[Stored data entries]

----

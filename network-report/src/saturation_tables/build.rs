//! The monotone table builder: a simulated curve checked, sorted, merged at
//! equal Sw, made monotone, given its end points and resampled (the steps
//! of the [module docs](super)).

use super::isotonic::{isotonic_non_decreasing, isotonic_non_increasing};
use super::{Adjustment, Curve, Process, SatTable, TableOptions, TableReport, TableRows};
use crate::error::TableError;

/// Builds a monotone table of `opts.n_points` rows from `curve` (see the
/// module documentation for each step and the end-point rules).
pub fn build_table(curve: &Curve<'_>, opts: &TableOptions) -> Result<SatTable, TableError> {
    let n = curve.sw.len();
    for (column, data) in [
        ("krw", curve.krw),
        ("krn", curve.krn),
        ("pc_pa", curve.pc_pa),
    ] {
        if data.len() != n {
            return Err(TableError::LengthMismatch {
                column,
                expected: n,
                found: data.len(),
            });
        }
    }
    if n < 2 {
        return Err(TableError::TooFewPoints {
            what: "curve",
            found: n,
            needed: 2,
        });
    }
    if opts.n_points < 2 {
        return Err(TableError::BadOption {
            name: "n_points",
            detail: format!("{} rows requested, at least 2 needed", opts.n_points),
        });
    }
    for (column, data) in [
        ("sw", curve.sw),
        ("krw", curve.krw),
        ("krn", curve.krn),
        ("pc_pa", curve.pc_pa),
    ] {
        if let Some((index, &value)) = data.iter().enumerate().find(|(_, v)| !v.is_finite()) {
            return Err(TableError::NotFinite {
                column,
                index,
                value,
            });
        }
    }
    if let Some((index, &value)) = curve
        .sw
        .iter()
        .enumerate()
        .find(|(_, v)| !(0.0..=1.0).contains(*v))
    {
        return Err(TableError::OutOfRange {
            column: "sw",
            index,
            value,
            allowed: "[0, 1]",
        });
    }

    let n_sw_reversals = curve
        .sw
        .windows(2)
        .filter(|w| match curve.process {
            Process::Drainage => w[1] > w[0],
            Process::Imbibition => w[1] < w[0],
        })
        .count();

    // Sort by Sw (stable, so equal Sw keep process order).
    let mut order: Vec<usize> = (0..n).collect();
    order.sort_by(|&a, &b| curve.sw[a].total_cmp(&curve.sw[b]));

    // Merge equal Sw into knots.
    let mut knot_sw: Vec<f64> = Vec::new();
    let mut knot_w: Vec<f64> = Vec::new();
    let mut sums: Vec<[f64; 3]> = Vec::new();
    // Pc of the first sample of each knot in process order (the stable
    // sort keeps process order within equal Sw).
    let mut first_pc: Vec<f64> = Vec::new();
    let mut knot_of = vec![0usize; n];
    for &i in &order {
        let s = curve.sw[i];
        if knot_sw.last() != Some(&s) {
            knot_sw.push(s);
            knot_w.push(0.0);
            sums.push([0.0; 3]);
            first_pc.push(curve.pc_pa[i]);
        }
        let k = knot_sw.len() - 1;
        knot_w[k] += 1.0;
        sums[k][0] += curve.krw[i];
        sums[k][1] += curve.krn[i];
        sums[k][2] += curve.pc_pa[i];
        knot_of[i] = k;
    }
    let m = knot_sw.len();
    if m < 2 {
        return Err(TableError::NoSwRange { sw: knot_sw[0] });
    }
    let mean = |c: usize| -> Vec<f64> { (0..m).map(|k| sums[k][c] / knot_w[k]).collect() };
    let mut krw = isotonic_non_decreasing(&mean(0), &knot_w);
    let mut krn = isotonic_non_increasing(&mean(1), &knot_w);
    let pc = if opts.rows_at_samples {
        let mut pc = first_pc;
        if let Some(p) = opts.pc_at_max_sw {
            pc[m - 1] = p;
        }
        for k in 1..m {
            pc[k] = pc[k].min(pc[k - 1]);
        }
        pc
    } else {
        let mut means = mean(2);
        if let Some(p) = opts.pc_at_max_sw {
            means[m - 1] = p;
        }
        isotonic_non_increasing(&means, &knot_w)
    };
    if let Some(p) = opts.pc_at_max_sw
        && !p.is_finite()
    {
        return Err(TableError::BadOption {
            name: "pc_at_max_sw",
            detail: format!("{p} is not finite"),
        });
    }
    for v in krw.iter_mut().chain(krn.iter_mut()) {
        *v = v.max(0.0);
    }
    if opts.krw_zero_at_min_sw {
        krw[0] = 0.0;
    }
    if opts.krn_zero_at_max_sw {
        krn[m - 1] = 0.0;
    }

    let adjustment = |input: &[f64], knots: &[f64]| -> Adjustment {
        let mut a = Adjustment::default();
        let mut sq = 0.0;
        for i in 0..n {
            let d = knots[knot_of[i]] - input[i];
            if d != 0.0 {
                a.n_changed += 1;
                a.max_abs_change = a.max_abs_change.max(d.abs());
                sq += d * d;
            }
        }
        a.rms_change = (sq / n as f64).sqrt();
        a
    };
    let report = TableReport {
        n_sw_reversals,
        n_merged: n - m,
        krw: adjustment(curve.krw, &krw),
        krn: adjustment(curve.krn, &krn),
        pc_pa: adjustment(curve.pc_pa, &pc),
    };

    let (lo, hi) = (knot_sw[0], knot_sw[m - 1]);
    let np = opts.n_points;
    if opts.rows_at_samples {
        // The knots nearest to np evenly spaced Sw, ends included.
        let mut picked: Vec<usize> = (0..np)
            .map(|j| {
                let t = lo + (hi - lo) * j as f64 / (np - 1) as f64;
                let k = knot_sw.partition_point(|&v| v < t).min(m - 1);
                if k > 0 && (t - knot_sw[k - 1]) <= (knot_sw[k] - t) {
                    k - 1
                } else {
                    k
                }
            })
            .collect();
        picked[0] = 0;
        picked[np - 1] = m - 1;
        picked.dedup();
        let mut rows = TableRows {
            sw: picked.iter().map(|&k| knot_sw[k]).collect(),
            krw: picked.iter().map(|&k| krw[k]).collect(),
            krn: picked.iter().map(|&k| krn[k]).collect(),
            pc_pa: picked.iter().map(|&k| pc[k]).collect(),
        };
        extend_to_one(&mut rows, opts);
        return Ok(SatTable {
            process: curve.process,
            rows,
            report,
        });
    }
    // Resample on an even grid with exact end points.
    let grid: Vec<f64> = (0..np)
        .map(|j| {
            if j == 0 {
                lo
            } else if j == np - 1 {
                hi
            } else {
                lo + (hi - lo) * j as f64 / (np - 1) as f64
            }
        })
        .collect();
    if let Some(j) = (1..np).find(|&j| grid[j] <= grid[j - 1]) {
        return Err(TableError::BadOption {
            name: "n_points",
            detail: format!(
                "{np} rows over Sw ∈ [{lo}, {hi}] leave rows {} and {j} with equal Sw",
                j - 1
            ),
        });
    }
    let mut rows = TableRows {
        krw: grid
            .iter()
            .map(|&s| interpolate(&knot_sw, &krw, s))
            .collect(),
        krn: grid
            .iter()
            .map(|&s| interpolate(&knot_sw, &krn, s))
            .collect(),
        pc_pa: grid
            .iter()
            .map(|&s| interpolate(&knot_sw, &pc, s))
            .collect(),
        sw: grid,
    };
    extend_to_one(&mut rows, opts);
    Ok(SatTable {
        process: curve.process,
        rows,
        report,
    })
}

/// The row at Sw = 1 of [`TableOptions::extend_to_sw_one`]. A last Sw
/// within 1e-9 of 1 (a drainage start, off by summation round-off) is set
/// to 1 instead.
fn extend_to_one(rows: &mut TableRows, opts: &TableOptions) {
    let last = rows.len() - 1;
    if !opts.extend_to_sw_one {
        return;
    }
    if rows.sw[last] >= 1.0 - 1e-9 {
        rows.sw[last] = 1.0;
    } else {
        rows.sw.push(1.0);
        rows.krw.push(rows.krw[last]);
        rows.krn.push(0.0);
        rows.pc_pa.push(rows.pc_pa[last]);
    }
}

/// Linear interpolation of `(xs, ys)` (xs strictly increasing) at `x` within
/// `[xs[0], xs[last]]`; exact knot values at the knots.
fn interpolate(xs: &[f64], ys: &[f64], x: f64) -> f64 {
    let k = xs.partition_point(|&v| v < x);
    if k == 0 {
        return ys[0];
    }
    if k >= xs.len() {
        return ys[xs.len() - 1];
    }
    if xs[k] == x {
        return ys[k];
    }
    let t = (x - xs[k - 1]) / (xs[k] - xs[k - 1]);
    ys[k - 1] + t * (ys[k] - ys[k - 1])
}
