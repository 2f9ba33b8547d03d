//! What the CSV and keyword-table files share: the checks on rows before
//! writing, and number text (shortest round-trip form, parsing with line
//! numbers in errors).

use super::TableRows;
use crate::error::TableError;

/// Rows to write: equal lengths, at least one row, finite values, Sw
/// strictly increasing.
pub(super) fn check_rows(rows: &TableRows) -> Result<(), TableError> {
    let n = rows.sw.len();
    for (column, data) in [
        ("krw", &rows.krw),
        ("krn", &rows.krn),
        ("pc_pa", &rows.pc_pa),
    ] {
        if data.len() != n {
            return Err(TableError::LengthMismatch {
                column,
                expected: n,
                found: data.len(),
            });
        }
    }
    if n == 0 {
        return Err(TableError::TooFewPoints {
            what: "table",
            found: 0,
            needed: 1,
        });
    }
    for (column, data) in [
        ("sw", &rows.sw),
        ("krw", &rows.krw),
        ("krn", &rows.krn),
        ("pc_pa", &rows.pc_pa),
    ] {
        if let Some((index, &value)) = data.iter().enumerate().find(|(_, v)| !v.is_finite()) {
            return Err(TableError::NotFinite {
                column,
                index,
                value,
            });
        }
    }
    if let Some(i) = (1..n).find(|&i| rows.sw[i] <= rows.sw[i - 1]) {
        return Err(TableError::SwNotIncreasing {
            index: i,
            sw: rows.sw[i],
        });
    }
    Ok(())
}

/// Shortest round-trip text of `v`: plain for `1e-4 ≤ |v| < 1e7` (and 0),
/// else exponent form.
pub(super) fn shortest(v: f64) -> String {
    let a = v.abs();
    if v == 0.0 || (1e-4..1e7).contains(&a) {
        format!("{v}")
    } else {
        format!("{v:e}")
    }
}

pub(super) fn parse_plain(s: &str) -> f64 {
    s.parse().unwrap_or(f64::NAN)
}

pub(super) fn parse_number(s: &str, line: usize) -> Result<f64, TableError> {
    // Accept Fortran-style exponents (1.0D-3) as reservoir decks may use.
    let normalised = s.replace(['D', 'd'], "e");
    match normalised.parse::<f64>() {
        Ok(v) if v.is_finite() => Ok(v),
        _ => Err(TableError::Parse {
            line,
            detail: format!("{s:?} is not a finite number"),
        }),
    }
}
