fn run(cli: Cli) -> Result<ExitCode> {
    let command = cli.command.unwrap_or_else(|| {
        Command::Appraise(Box::new(AppraiseArgs {
            market: default_market_args(),
            subject: None,
            level: 0.8,
            comps: 8,
            year_window: 1,
            mileage_rule: MileageRuleArg::Pricing,
            max_days: 90,
            max_distance: None,
            same_variant: false,
            include_comp: Vec::new(),
            exclude_comp: Vec::new(),
            adjust: Vec::new(),
            hold_months: Some(6.0),
            hold_miles: None,
            session: None,
            rerun: false,
            save_session: None,
            trade_in: None,
            claim: None,
            profiles: None,
            appraiser: String::new(),
            notes: String::new(),
            keep_segment: false,
            claim_number: String::new(),
            date_of_loss: None,
            insured: String::new(),
            loss_type: None,
            stock_number: String::new(),
            customer: String::new(),
        }))
    });
    match command {
        Command::DemoMarket {
            rows,
            seed,
            out,
            parquet,
        } => demo_market(rows, seed, &out, parquet),
        Command::Fit(args) => fit(&args),
        Command::Batch(args) => batch::run(&args),
        Command::Convert {
            file,
            out,
            delimiter,
            odometer,
            json,
        } => convert(&file, &out, load::import_options(delimiter, odometer), json),
        Command::Appraise(mut args) => {
            date_of_loss_is_the_appraisal_date(&mut args)?;
            if let Some(path) = &args.session {
                // Exit status 2 says "read fine, but does not reproduce".
                return Ok(if session::check(&args, path)? {
                    ExitCode::SUCCESS
                } else {
                    ExitCode::from(2)
                });
            }
            appraise_command(&args)
        }
        Command::Depreciation { market, max_age } => depreciation(&market, max_age),
        Command::Gaps { market, level, top } => gaps(&market, level, top),
        Command::Backtest {
            market,
            folds,
            level,
            comparable_subjects,
        } => backtest_command(&market, folds, level, comparable_subjects),
        Command::Report {
            session: path,
            pdf,
            html,
            customer,
        } => session::report(
            &path,
            pdf.as_deref(),
            html.as_deref(),
            if customer {
                report::Audience::Customer
            } else {
                report::Audience::Full
            },
        ),
        Command::Profiles { profiles, json } => session::profiles(profiles.as_deref(), json),
    }?;
    Ok(ExitCode::SUCCESS)
}

/// `--date-of-loss` sets the appraisal date; an `--as-of` given with it must say the same.
fn date_of_loss_is_the_appraisal_date(args: &mut AppraiseArgs) -> Result<()> {
    let Some(text) = &args.date_of_loss else {
        return Ok(());
    };
    let date = model::import::parse_date(text)
        .ok_or_else(|| anyhow::anyhow!("--date-of-loss '{text}' is not a date (use YYYY-MM-DD)"))?;
    if let Some(as_of) = &args.market.as_of {
        if model::import::parse_date(as_of) != Some(date) {
            bail!(
                "--date-of-loss {date} and --as-of {as_of} disagree: a claim is appraised as of its date of loss (give one of them)"
            );
        }
    }
    args.market.as_of = Some(date.to_string());
    Ok(())
}

/// The case details the options give.
#[must_use]
pub fn case_details(args: &AppraiseArgs) -> model::case::CaseDetails {
    model::case::CaseDetails {
        claim_number: args.claim_number.trim().to_owned(),
        date_of_loss: args
            .date_of_loss
            .as_deref()
            .and_then(model::import::parse_date),
        insured: args.insured.trim().to_owned(),
        loss_type: args.loss_type,
        stock_number: args.stock_number.trim().to_owned(),
        customer: args.customer.trim().to_owned(),
    }
}

fn default_market_args() -> MarketArgs {
    MarketArgs {
        file: None,
        make: None,
        model: None,
        age_form: args::AgeFormArg::Auto,
        robust: false,
        no_market_time: false,
        no_equipment: false,
        variant_slopes: args::VariantSlopesArg::Auto,
        as_of: None,
        delimiter: None,
        odometer: args::OdometerArg::Miles,
        stale_days: 180,
        keep: Vec::new(),
        drop: Vec::new(),
        demo_rows: 20_000,
        json: false,
    }
}

fn print(json: bool, doc: &impl Serialize, human: impl FnOnce() -> String) -> Result<()> {
    let mut out = std::io::stdout().lock();
    if json {
        serde_json::to_writer_pretty(&mut out, doc)?;
        writeln!(out)?;
    } else {
        write!(out, "{}", human())?;
    }
    Ok(())
}

fn demo_market(rows: u64, seed: u64, out: &std::path::Path, parquet: bool) -> Result<()> {
    // --rows is checked to 1..=1,000,000,000 when it is read.
    let rows = rows as usize;
    if parquet {
        let started = std::time::Instant::now();
        let done = model::convert::demo_lake(rows, seed, out)?;
        eprintln!(
            "wrote {} invented listings of {} models to {} in {} Parquet files in {:.1} s (seed {seed}, as of {})",
            model::format::thousands(done.rows_written as f64),
            done.partitions,
            out.display(),
            done.files.len(),
            started.elapsed().as_secs_f64(),
            model::demo::demo_as_of()
        );
        return Ok(());
    }
    if rows > 10_000_000 {
        bail!(
            "--rows {rows}: a CSV demo market holds at most 10,000,000 listings; use --parquet for more"
        );
    }
    let file =
        std::fs::File::create(out).with_context(|| format!("cannot create {}", out.display()))?;
    let mut writer = std::io::BufWriter::new(file);
    model::demo::write_demo_csv(rows, seed, &mut writer)
        .with_context(|| format!("writing {}", out.display()))?;
    writer.flush()?;
    eprintln!(
        "wrote {} invented listings to {} (seed {seed}, as of {})",
        rows,
        out.display(),
        model::demo::demo_as_of()
    );
    Ok(())
}

fn convert(
    file: &std::path::Path,
    out: &std::path::Path,
    options: model::import::ImportOptions,
    json: bool,
) -> Result<()> {
    let done = model::convert::convert_csv(file, out, &options, model::convert::BLOCK_BYTES)?;
    let doc = output::ConversionDocument {
        out: out.display().to_string(),
        rows_written: done.rows_written,
        partitions: done.partitions,
        files: done.files,
        import: ImportSummary::from_report(&done.report),
    };
    print(json, &doc, || render::conversion(&doc))
}

fn fit(args: &MarketArgs) -> Result<()> {
    let loaded = load::load_market(args, &load::wanted(args, None))?;
    let segment = load::choose_segment(&loaded.market, args, None)?;
    let fit = load::fit(&loaded, args, segment)?;
    let doc = FitDocument {
        warnings: fit.warnings(),
        import: ImportSummary::from_report(&loaded.report),
        fit: FitSummary::new(&loaded.market, &fit),
    };
    print(args.json, &doc, || {
        format!(
            "{}{}{}",
            render::import(&doc.import),
            render::fit(&doc.fit),
            render::warnings(&doc.warnings)
        )
    })
}

/// Largest adjustment of the appraiser's own, either way, in dollars.
const MAX_ADJUSTMENT_DOLLARS: f64 = 1e7;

----

» **DIRECTIONS FOR THIS TASK**
Copy every line from the records above that contains the string "knots".

» **SOLVED EXERCISE**
    // Merge equal Sw into knots.
    let adjustment = |input: &[f64], knots: &[f64]| -> Adjustment {
            let d = knots[knot_of[i]] - input[i];
        // The knots nearest to np evenly spaced Sw, ends included.
/// `[xs[0], xs[last]]`; exact knot values at the knots.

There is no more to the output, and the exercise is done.